In a superhetrodyne receiver operating at 5000 Khz and with an IF of 455 Khz the local oscillator would be 5000 Khz ± 455 Khz. The LO is going to be either 5455 Khz or 4545 Khz. We will only consider the example of 5455 Khz because you can apply the same principles to the other frequency of 4545 Khz.

With a LO of 5455 Khz and an IF of 455 Khz our receiver can only respond equally well to two distinct frequencies, here I'm deliberately ignoring spurious responses called "spurs". The two frequencies are 5455 Khz ± 455 Khz = 5000 Khz and 5910 Khz.

The 5000 Khz is the desired frequency whilst the 5910 Khz frequency is called the "mirror image" or image frequency and this is the one we MUST remove. This is the ONLY reason we have a narrow band filter for our WWV or VNG 5Mhz front end.

For our narrow band filter for the WWV or VNG 5Mhz front end I am going to use, for simplicity sake, a double tuned "Butterworth narrow band filter". Simplicity in the sense of easy to design, construct AND align.
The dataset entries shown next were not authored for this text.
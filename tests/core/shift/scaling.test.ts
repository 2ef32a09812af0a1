/**
 * Size (docs/conventions.md §7): 10⁶ points through the shift engine and the master curve, 10,000
 * isotherms of three points each, and 10,000 that overlap nothing. Speed is measured by
 * `npm run bench -- vs`, never here; these tests check that big inputs come through right (a
 * spread of a 10⁶-element array, `Math.max(...x)`, would throw a RangeError here).
 */
import { describe, expect, it } from 'vitest';
import type { Dataset } from '../../../core/data/types';
import { reduceToMasterCurve } from '../../../core/pipeline/reduce';
import { shiftIsotherms } from '../../../core/shift';
import { analysisCurvesOf } from '../../helpers/analysis-curves';
import { expectAbsClose } from '../../helpers/assert-close';
import { expectShiftsWithin, inventedMelt, maxError } from './fixtures';

const REFERENCE_K = 463.15;

/** `count` isotherms 190–270 °C (80 K) of the invented melt. */
const melt = (count: number, xMin: number, xMax: number, pointsPerDecade: number, seed: number) =>
  inventedMelt({
    temperaturesK: Array.from({ length: count }, (_, k) => REFERENCE_K + (80 * k) / (count - 1)),
    pointsPerDecade,
    seed,
    xMin,
    xMax,
  });

describe('shiftIsotherms() at scale', () => {
  // Generous timeouts: these are the largest inputs of the suite, and CI machines are shared.
  const BIG = { timeout: 240_000 };

  it(
    'shiftIsotherms() takes 10⁶ points (250 isotherms × 4000) and the master curve holds them all',
    BIG,
    () => {
      const d = melt(250, 0.1, 100, 3999 / 3, 5);
      expect(d.dataset.isotherms.reduce((n, i) => n + i.x.length, 0)).toBe(1_000_000);
      const r = shiftIsotherms(d.dataset, { referenceK: REFERENCE_K });
      expect(r.fit.converged).toBe(true);
      expectShiftsWithin(r, d.truth.log10aT, 0.005, 'max');
      // The covariance stops at 1000 isotherms; below that it is there and matches the s.e.
      expect(r.covariance?.ids).toHaveLength(250);
      const k = 100;
      expectAbsClose(
        Math.sqrt(r.covariance!.log10aT[k][k]),
        r.curves[k].log10aTStdErr!,
        1e-12,
        'diagonal = s.e.²',
      );
      const reduced = reduceToMasterCurve(d.dataset, analysisCurvesOf(r));
      expect(reduced.reducedX).toHaveLength(1_000_000);
      expect(reduced.reducedX.every((x, i) => i === 0 || x >= reduced.reducedX[i - 1])).toBe(true);
    },
  );

  it(
    'shiftIsotherms() shifts 10,000 isotherms of three points each, every one with a standard error',
    BIG,
    () => {
      // Three frequencies a decade apart (1, 3.16, 10 rad/s), 0.008 K between isotherms: only
      // neighbours a few positions apart are compared, so the work grows as their number.
      const d = melt(10_000, 1, 10, 2, 7);
      const r = shiftIsotherms(d.dataset, { referenceK: REFERENCE_K, checks: false });
      expect(r.fit.converged).toBe(true);
      const included = r.curves.filter((c) => c.included).length;
      expect(included).toBeGreaterThan(9_990);
      const shifts = r.curves.map((c, k) => (c.included ? c.log10aT : d.truth.log10aT[k]));
      // The shifts span 1.0 decade; linear interpolation over half-decade gaps costs accuracy.
      expectAbsClose(maxError(shifts, d.truth.log10aT), 0, 0.05, 'max');
      // One set's errors share the reference isotherm's noise, so their spread against the s.e. is
      // one draw, not a calibration (that is tested over 20 sets per density in dense.test.ts).
      const se = r.curves.filter((c) => c.included && !c.locked).map((c) => c.log10aTStdErr);
      expect(se.filter((v) => v === 0)).toHaveLength(1); // the isotherm at Tref
      expect(se.every((v) => v !== null && v >= 0 && v < 0.05)).toBe(true);
      // Too many isotherms for the full covariance: only the standard errors.
      expect(r.covariance).toBeNull();
    },
  );

  it(
    'shiftIsotherms() refuses 10,000 isotherms that overlap nothing, saying so for each',
    BIG,
    () => {
      // Flat curves at levels 2.3 % apart, each spanning 0.2 %: no two share any values.
      const isotherms = Array.from({ length: 10_000 }, (_, k) => {
        const level = 10 ** (2 + 0.01 * k);
        const values = [level, 1.001 * level, 1.002 * level];
        return {
          id: `T${k + 1}`,
          temperatureK: REFERENCE_K + 0.01 * k,
          temperatureSpreadK: 0,
          x: [1, 10, 100],
          quantities: { storageModulus: values, lossModulus: values.map((v) => v / 2) },
          mask: [true, true, true],
          source: [0, 1, 2].map((i) => ({ file: 'flat.csv', row: 2 + 3 * k + i })),
        };
      });
      const dataset: Dataset = {
        name: 'invented flat levels',
        testKind: 'oscillatory',
        deformation: 'shear',
        abscissa: 'angularFrequency',
        isotherms,
        files: ['flat.csv'],
        metadata: {},
      };
      const r = shiftIsotherms(dataset, { referenceK: REFERENCE_K });
      expect(r.curves.filter((c) => c.included)).toHaveLength(0);
      expect(r.warnings.filter((w) => w.code === 'no-overlap')).toHaveLength(10_000);
      expect(r.warnings[0].message).toMatch(/overlaps no other isotherm/);
    },
  );
});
### BUTTERWORTH NARROW BAND FILTER

First let's look at the steepness factor we need to look at, if our ideal bandwidth is ± 3 Khz around 5000 Khz and the extreme is ± 910 Khz around 5000 Khz then we have a steepness factor of 910 / 3 = 303. Consulting some filter tables I can determine that for a double tuned narrow band filter of n = 2 the attenuation for a steepness factor of 10, the limit of my table, is 40 dB. If you studied the topic decibels you would know that -40 dB is a sgnificant power reduction. It is a voltage attenuation of -100.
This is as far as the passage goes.